The records follow. Copy each one exactly.

Provided information below:

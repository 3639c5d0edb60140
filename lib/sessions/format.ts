import type { Method, SessionState } from '@/db/enums';

export const STATE_ORDER = ['draft', 'sealed', 'open', 'closed', 'unsealed'] as const satisfies readonly SessionState[];

export const METHOD_WORDS: Record<Method, string> = { profile: 'Profile', triangle: 'Triangle' };

/** What one unit of a ballot is called. */
export const UNIT_WORDS: Record<Method, [one: string, many: string]> = { profile: ['glass', 'glasses'], triangle: ['set', 'sets'] };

End of Provided information.

◆ **Reply**
repository 3639c5d0edb60140
filename lib/sessions/format.ts
import type { Method, SessionState } from '@/db/enums';

export const STATE_ORDER = ['draft', 'sealed', 'open', 'closed', 'unsealed'] as const satisfies readonly SessionState[];

export const METHOD_WORDS: Record<Method, string> = { profile: 'Profile', triangle: 'Triangle' };

/** What one unit of a ballot is called. */
export const UNIT_WORDS: Record<Method, [one: string, many: string]> = { profile: ['glass', 'glasses'], triangle: ['set', 'sets'] };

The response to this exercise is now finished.